WHAT YOU HAVE TO DO » Give again, unchanged, the line that contains "if a := math.Abs(x);" together with every line that follows it until the entries end.

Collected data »

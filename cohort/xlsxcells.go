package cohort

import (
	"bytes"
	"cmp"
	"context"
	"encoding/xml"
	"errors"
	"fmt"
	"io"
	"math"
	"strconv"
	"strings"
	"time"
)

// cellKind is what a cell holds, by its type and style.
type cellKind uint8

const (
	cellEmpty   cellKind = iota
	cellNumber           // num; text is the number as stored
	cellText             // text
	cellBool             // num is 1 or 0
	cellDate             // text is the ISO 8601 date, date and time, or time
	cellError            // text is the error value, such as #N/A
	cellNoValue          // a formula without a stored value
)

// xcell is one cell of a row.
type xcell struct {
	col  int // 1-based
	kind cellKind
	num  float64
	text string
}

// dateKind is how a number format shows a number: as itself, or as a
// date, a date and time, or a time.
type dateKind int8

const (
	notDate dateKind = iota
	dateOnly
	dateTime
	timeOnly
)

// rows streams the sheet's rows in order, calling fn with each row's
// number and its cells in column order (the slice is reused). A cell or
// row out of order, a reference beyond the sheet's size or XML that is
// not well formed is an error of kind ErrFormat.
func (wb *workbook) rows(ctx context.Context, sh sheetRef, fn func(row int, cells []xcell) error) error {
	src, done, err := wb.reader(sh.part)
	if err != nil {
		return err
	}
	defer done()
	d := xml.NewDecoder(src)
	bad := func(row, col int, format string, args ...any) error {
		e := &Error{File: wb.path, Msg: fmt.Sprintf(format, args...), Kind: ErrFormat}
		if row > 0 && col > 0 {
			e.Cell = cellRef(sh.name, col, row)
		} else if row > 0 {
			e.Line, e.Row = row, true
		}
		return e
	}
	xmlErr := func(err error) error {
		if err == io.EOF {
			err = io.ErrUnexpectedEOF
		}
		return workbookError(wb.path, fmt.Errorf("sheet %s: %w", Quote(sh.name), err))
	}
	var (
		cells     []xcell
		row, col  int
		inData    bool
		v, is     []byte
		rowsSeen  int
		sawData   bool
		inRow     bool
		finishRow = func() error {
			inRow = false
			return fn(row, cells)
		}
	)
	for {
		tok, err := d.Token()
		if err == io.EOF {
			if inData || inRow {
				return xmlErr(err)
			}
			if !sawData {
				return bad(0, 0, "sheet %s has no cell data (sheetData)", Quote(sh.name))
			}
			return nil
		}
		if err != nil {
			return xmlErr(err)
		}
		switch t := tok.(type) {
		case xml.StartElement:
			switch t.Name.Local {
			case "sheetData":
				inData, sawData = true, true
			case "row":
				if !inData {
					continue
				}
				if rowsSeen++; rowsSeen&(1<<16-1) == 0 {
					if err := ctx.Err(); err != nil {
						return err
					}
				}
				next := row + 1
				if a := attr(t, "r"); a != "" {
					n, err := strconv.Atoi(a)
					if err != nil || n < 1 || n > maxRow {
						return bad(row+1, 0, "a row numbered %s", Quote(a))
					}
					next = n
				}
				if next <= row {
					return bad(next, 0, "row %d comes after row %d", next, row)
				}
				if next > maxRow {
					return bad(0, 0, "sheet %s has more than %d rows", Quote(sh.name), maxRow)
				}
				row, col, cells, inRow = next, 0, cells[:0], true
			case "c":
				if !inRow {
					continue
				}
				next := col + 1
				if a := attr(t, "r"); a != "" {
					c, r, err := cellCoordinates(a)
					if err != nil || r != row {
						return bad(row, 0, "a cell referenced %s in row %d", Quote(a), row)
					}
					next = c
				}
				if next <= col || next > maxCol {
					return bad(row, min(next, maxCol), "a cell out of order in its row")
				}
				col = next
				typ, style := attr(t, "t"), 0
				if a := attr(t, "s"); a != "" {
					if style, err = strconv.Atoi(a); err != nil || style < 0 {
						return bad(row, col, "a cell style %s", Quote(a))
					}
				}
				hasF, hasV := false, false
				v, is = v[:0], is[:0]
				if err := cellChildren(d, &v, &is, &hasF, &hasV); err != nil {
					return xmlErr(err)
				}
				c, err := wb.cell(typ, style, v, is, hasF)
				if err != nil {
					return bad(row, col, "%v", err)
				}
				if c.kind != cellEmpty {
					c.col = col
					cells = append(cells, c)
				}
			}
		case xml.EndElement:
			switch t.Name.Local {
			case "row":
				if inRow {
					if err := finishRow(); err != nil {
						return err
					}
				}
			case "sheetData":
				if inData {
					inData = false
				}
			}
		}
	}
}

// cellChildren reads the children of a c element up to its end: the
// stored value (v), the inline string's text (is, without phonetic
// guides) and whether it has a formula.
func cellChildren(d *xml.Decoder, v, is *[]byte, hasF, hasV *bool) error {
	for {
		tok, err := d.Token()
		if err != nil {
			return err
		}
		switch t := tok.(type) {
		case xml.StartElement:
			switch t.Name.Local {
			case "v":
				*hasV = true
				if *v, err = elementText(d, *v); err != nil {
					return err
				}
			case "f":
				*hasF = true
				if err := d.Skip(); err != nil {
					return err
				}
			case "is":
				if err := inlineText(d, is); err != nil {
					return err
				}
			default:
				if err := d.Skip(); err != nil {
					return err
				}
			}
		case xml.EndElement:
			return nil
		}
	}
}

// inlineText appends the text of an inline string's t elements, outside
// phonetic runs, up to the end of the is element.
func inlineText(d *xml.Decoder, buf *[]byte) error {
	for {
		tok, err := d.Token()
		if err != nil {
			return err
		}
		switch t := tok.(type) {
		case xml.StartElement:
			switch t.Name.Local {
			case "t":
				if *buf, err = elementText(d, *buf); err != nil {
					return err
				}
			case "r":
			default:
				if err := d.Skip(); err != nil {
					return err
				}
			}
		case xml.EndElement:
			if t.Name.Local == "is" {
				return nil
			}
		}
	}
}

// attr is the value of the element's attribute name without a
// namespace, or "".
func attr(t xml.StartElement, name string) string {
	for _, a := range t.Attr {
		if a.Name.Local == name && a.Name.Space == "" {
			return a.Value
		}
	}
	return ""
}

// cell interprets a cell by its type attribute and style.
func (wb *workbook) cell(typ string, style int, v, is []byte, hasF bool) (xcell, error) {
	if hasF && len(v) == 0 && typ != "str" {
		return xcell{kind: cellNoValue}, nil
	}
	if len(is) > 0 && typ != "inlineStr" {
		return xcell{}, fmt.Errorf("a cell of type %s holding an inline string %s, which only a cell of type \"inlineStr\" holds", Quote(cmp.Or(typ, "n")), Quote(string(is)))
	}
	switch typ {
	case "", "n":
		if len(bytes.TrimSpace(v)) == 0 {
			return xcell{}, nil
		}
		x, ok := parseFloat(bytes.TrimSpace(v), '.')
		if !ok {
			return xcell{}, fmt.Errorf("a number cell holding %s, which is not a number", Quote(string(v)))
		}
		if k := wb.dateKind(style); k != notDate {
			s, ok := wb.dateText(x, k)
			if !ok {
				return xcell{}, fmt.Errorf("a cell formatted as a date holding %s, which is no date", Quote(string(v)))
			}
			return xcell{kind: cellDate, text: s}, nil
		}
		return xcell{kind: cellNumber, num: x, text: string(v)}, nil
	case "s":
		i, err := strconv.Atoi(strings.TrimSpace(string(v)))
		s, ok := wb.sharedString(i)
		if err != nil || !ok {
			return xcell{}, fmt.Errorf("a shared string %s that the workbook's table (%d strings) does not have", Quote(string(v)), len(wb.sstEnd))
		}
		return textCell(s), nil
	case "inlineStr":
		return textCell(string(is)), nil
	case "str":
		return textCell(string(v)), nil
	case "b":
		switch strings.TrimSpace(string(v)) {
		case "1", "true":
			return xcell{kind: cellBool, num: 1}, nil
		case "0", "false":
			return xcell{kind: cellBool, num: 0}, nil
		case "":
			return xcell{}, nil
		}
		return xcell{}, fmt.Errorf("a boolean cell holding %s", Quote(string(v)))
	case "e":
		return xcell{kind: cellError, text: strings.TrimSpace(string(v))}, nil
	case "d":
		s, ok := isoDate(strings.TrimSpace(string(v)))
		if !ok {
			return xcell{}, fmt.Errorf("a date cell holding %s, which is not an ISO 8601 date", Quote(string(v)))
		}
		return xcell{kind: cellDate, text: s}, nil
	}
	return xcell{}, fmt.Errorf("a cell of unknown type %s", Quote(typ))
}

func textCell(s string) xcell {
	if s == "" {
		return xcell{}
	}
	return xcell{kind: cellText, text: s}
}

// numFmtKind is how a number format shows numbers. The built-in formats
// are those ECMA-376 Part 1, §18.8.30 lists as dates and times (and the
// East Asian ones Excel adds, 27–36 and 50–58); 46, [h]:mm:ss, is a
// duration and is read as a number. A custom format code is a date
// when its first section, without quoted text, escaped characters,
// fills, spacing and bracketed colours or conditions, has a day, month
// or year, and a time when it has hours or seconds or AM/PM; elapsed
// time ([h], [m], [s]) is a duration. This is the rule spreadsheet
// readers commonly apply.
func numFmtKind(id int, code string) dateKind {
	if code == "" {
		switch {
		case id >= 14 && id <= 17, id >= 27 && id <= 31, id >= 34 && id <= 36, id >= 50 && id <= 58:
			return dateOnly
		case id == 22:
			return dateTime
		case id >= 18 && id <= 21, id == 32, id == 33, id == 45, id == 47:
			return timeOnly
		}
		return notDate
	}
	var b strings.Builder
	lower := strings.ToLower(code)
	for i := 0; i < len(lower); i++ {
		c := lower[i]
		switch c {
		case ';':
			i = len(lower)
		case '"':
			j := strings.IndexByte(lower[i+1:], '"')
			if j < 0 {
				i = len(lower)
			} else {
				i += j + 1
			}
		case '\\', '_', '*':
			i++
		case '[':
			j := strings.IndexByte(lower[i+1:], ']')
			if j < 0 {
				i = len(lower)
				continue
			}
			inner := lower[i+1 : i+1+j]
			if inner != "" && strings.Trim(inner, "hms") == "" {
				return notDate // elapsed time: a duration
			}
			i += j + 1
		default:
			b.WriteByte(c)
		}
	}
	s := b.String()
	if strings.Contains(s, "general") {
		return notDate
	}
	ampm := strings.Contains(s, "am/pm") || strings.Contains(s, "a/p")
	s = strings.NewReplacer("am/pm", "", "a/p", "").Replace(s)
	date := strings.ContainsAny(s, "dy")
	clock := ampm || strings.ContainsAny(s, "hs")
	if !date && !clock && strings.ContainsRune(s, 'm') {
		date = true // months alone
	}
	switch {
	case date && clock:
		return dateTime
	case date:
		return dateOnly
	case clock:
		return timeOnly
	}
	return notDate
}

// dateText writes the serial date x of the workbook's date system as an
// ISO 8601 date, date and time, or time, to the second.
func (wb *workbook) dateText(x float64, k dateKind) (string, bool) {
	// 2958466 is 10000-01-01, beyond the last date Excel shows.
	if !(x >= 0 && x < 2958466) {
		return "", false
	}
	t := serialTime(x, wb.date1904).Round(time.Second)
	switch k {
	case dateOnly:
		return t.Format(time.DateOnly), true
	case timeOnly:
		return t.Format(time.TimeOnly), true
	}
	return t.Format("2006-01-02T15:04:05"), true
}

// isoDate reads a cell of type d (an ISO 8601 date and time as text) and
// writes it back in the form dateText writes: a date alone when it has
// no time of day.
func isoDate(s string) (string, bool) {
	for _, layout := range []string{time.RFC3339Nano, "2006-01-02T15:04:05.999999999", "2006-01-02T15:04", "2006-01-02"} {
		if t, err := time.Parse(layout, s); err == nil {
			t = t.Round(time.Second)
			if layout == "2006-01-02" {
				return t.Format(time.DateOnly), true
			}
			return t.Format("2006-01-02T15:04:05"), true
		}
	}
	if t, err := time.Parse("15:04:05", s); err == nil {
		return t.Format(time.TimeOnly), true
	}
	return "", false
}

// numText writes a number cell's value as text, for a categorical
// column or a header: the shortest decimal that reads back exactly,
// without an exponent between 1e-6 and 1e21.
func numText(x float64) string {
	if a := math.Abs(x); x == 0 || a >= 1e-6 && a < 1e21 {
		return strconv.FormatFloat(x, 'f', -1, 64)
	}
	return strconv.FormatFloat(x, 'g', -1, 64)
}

WRITTEN ANSWER »
	if a := math.Abs(x); x == 0 || a >= 1e-6 && a < 1e21 {
		return strconv.FormatFloat(x, 'f', -1, 64)
	}
	return strconv.FormatFloat(x, 'g', -1, 64)
}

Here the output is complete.